### TASK DIRECTIONS
In the listing beneath this line, copy exactly the lines starting with the one containing "filename contract/dates.ts" and going on through the one containing "const dateStyle: Intl.DateTimeFormatOptions".
DATA SECTION Start Marker
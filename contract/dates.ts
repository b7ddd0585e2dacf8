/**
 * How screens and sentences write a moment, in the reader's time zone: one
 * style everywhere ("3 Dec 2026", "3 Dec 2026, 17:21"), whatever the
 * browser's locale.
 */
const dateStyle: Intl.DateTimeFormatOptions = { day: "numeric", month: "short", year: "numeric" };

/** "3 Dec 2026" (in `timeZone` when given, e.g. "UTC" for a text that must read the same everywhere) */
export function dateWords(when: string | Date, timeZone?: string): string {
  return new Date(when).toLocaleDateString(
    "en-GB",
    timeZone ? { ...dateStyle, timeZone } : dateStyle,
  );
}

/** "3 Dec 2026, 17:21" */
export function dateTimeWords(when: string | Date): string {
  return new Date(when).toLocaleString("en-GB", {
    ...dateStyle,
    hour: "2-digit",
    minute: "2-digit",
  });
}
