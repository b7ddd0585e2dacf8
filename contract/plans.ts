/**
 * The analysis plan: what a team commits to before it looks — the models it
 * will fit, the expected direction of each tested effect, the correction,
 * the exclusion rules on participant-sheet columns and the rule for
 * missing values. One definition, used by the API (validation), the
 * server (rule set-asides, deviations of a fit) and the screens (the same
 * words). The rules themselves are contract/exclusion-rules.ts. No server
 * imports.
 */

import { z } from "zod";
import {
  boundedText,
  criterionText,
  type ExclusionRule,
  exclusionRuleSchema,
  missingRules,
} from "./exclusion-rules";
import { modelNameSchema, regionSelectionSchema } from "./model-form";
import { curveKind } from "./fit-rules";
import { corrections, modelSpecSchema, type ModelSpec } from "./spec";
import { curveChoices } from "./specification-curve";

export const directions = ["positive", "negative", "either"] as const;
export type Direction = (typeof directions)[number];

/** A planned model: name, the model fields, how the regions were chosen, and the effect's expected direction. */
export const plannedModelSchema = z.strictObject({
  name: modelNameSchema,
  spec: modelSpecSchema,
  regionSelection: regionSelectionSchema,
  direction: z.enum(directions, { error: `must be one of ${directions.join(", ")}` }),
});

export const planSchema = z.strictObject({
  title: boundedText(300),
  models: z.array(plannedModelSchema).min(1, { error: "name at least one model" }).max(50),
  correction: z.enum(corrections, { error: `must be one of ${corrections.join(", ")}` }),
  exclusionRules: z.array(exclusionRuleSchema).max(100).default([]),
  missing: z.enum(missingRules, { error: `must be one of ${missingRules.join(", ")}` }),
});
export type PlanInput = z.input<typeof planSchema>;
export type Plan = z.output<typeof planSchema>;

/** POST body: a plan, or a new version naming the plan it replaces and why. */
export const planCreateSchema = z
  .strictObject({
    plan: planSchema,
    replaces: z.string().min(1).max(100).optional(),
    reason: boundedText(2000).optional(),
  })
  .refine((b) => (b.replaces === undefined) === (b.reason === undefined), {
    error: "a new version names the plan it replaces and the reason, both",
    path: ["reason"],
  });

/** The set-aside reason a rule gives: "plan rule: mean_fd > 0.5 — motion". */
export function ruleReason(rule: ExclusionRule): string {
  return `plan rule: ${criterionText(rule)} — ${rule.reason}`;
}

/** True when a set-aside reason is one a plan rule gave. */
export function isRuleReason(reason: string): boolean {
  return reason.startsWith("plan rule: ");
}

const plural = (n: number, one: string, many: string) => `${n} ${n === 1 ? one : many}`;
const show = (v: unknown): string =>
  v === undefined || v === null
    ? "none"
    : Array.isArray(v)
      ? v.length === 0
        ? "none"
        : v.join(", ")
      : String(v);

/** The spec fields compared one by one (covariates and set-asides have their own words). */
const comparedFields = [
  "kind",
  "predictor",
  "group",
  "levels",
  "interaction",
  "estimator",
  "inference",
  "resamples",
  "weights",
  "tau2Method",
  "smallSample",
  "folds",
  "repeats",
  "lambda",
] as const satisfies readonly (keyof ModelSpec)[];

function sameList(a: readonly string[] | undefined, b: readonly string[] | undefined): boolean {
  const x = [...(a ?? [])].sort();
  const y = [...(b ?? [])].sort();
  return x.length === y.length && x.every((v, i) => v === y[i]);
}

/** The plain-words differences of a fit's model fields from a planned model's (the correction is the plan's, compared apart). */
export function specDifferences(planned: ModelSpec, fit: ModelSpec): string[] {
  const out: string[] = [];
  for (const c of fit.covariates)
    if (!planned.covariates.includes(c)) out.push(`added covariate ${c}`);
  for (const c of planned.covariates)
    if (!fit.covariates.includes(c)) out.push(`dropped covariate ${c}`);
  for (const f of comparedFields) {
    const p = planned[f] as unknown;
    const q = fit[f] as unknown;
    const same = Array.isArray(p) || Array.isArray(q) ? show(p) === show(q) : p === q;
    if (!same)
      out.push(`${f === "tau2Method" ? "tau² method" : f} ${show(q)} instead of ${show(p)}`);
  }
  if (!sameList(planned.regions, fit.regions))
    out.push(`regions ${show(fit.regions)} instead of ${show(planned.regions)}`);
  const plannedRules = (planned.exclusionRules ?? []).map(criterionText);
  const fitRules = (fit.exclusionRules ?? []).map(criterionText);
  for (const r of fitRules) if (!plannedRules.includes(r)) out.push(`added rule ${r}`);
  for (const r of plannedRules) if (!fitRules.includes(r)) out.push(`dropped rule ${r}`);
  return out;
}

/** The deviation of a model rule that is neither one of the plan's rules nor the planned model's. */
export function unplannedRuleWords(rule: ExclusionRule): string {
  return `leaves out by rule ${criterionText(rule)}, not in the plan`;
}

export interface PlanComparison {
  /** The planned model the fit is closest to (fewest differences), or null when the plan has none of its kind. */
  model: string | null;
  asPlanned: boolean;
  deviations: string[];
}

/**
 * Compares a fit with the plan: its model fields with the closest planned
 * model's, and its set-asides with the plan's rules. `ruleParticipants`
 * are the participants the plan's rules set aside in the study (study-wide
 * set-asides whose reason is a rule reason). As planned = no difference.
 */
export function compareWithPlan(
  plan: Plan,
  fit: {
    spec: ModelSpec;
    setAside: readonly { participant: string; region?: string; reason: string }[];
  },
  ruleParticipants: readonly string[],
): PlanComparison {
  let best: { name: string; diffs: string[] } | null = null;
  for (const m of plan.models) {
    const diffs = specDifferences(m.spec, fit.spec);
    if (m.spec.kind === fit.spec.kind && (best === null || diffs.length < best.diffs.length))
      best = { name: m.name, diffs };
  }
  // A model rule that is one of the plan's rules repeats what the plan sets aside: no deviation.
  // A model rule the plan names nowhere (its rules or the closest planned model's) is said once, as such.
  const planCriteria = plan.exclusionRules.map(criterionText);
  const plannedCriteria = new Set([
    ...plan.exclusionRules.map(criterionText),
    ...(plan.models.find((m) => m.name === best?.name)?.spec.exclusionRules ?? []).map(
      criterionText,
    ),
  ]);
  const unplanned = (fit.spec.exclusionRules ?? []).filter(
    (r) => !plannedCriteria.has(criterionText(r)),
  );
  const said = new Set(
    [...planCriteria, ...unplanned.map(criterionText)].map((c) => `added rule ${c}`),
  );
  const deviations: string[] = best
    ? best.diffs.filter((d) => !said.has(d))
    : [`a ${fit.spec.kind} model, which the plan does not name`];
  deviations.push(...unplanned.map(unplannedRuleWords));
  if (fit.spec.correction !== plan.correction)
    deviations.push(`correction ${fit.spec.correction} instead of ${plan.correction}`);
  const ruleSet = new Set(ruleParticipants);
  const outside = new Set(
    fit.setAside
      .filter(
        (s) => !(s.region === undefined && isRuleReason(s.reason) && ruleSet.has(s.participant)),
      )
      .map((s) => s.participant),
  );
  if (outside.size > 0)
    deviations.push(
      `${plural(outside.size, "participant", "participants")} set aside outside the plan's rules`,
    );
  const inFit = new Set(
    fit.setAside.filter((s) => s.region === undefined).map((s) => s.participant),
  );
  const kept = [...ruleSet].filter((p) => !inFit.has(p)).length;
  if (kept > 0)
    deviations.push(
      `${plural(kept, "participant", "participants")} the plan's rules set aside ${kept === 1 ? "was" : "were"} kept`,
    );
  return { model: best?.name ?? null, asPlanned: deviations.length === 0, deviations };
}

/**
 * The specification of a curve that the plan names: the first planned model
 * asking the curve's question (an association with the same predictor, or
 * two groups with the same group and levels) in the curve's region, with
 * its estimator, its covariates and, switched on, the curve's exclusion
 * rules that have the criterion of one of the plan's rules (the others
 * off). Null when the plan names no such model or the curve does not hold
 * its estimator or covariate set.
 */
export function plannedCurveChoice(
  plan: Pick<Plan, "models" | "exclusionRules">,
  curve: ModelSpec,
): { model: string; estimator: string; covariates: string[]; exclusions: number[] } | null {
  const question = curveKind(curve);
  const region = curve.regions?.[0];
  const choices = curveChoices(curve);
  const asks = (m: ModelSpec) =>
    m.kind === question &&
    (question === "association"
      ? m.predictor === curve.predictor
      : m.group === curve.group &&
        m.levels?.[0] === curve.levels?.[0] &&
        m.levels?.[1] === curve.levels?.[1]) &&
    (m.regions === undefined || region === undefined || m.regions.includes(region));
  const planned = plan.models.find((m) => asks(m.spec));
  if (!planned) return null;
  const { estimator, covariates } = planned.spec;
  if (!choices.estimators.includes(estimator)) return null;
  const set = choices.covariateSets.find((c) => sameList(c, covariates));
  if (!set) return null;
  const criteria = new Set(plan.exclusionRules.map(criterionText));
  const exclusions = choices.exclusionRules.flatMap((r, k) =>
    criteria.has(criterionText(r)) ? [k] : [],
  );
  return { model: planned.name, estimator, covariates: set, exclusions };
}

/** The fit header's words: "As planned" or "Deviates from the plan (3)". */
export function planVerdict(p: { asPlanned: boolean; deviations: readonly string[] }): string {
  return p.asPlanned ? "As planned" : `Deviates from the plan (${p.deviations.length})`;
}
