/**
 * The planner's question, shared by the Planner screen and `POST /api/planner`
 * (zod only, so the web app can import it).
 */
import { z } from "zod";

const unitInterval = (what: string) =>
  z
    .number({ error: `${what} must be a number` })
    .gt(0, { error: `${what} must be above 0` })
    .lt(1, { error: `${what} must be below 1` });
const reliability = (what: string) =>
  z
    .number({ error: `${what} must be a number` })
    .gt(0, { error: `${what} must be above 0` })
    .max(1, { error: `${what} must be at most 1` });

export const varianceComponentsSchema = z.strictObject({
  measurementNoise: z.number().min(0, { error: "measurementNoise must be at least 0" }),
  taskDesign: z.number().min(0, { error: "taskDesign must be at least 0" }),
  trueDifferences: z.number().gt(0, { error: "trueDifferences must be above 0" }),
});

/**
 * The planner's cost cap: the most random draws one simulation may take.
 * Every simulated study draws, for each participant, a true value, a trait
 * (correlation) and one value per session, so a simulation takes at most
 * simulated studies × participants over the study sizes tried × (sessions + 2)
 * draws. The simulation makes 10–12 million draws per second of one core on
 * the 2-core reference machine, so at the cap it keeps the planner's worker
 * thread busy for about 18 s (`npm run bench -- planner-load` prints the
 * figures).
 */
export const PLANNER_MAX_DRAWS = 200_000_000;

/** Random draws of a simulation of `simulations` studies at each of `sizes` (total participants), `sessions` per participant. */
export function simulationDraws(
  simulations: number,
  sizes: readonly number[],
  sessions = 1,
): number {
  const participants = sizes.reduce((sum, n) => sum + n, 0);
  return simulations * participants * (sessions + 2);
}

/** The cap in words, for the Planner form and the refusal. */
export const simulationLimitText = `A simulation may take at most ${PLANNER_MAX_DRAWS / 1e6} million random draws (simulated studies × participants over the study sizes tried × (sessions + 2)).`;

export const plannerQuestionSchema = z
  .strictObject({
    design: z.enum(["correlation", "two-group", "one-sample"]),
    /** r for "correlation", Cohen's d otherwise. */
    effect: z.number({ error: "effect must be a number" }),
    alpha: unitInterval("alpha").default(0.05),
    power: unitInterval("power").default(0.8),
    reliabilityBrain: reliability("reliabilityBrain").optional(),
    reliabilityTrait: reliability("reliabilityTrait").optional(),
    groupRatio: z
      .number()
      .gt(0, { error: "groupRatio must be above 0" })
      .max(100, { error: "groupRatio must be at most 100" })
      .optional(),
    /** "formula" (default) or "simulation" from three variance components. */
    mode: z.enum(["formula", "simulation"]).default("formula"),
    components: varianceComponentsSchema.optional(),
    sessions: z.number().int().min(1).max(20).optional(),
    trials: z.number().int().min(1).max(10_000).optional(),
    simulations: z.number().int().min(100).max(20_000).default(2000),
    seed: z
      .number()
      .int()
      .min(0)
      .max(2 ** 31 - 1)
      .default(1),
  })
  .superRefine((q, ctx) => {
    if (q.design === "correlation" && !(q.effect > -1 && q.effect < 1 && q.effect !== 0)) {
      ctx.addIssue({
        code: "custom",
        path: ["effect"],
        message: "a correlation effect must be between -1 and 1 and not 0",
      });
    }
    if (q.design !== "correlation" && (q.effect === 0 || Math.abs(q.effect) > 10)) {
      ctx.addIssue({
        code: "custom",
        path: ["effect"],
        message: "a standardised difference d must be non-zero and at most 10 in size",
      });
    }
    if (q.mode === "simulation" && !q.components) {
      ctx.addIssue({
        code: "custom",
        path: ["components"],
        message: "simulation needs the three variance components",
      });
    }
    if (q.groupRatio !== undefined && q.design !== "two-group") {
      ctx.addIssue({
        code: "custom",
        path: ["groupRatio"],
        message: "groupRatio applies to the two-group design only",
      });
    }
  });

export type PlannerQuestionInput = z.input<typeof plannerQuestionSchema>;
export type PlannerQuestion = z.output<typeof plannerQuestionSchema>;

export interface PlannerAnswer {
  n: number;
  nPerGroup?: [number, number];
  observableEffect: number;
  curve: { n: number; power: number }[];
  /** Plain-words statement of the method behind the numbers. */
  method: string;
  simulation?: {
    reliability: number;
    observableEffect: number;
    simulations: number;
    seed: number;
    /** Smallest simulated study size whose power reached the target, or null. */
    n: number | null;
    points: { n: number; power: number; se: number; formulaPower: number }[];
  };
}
DATA SECTION End Marker
DATA SECTION Start Marker
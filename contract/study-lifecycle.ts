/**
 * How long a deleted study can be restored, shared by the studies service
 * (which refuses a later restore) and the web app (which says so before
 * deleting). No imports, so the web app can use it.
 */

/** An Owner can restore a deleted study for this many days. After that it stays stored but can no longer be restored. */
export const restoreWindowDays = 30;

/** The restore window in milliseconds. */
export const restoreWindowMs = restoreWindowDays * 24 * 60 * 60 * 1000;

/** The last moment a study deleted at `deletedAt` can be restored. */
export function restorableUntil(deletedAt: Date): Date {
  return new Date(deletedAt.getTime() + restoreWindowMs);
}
DATA SECTION End Marker
### TASK SOLUTION
filename contract/dates.ts
repository b7ddd0585e2dacf8
/**
 * How screens and sentences write a moment, in the reader's time zone: one
 * style everywhere ("3 Dec 2026", "3 Dec 2026, 17:21"), whatever the
 * browser's locale.
 */
const dateStyle: Intl.DateTimeFormatOptions = { day: "numeric", month: "short", year: "numeric" };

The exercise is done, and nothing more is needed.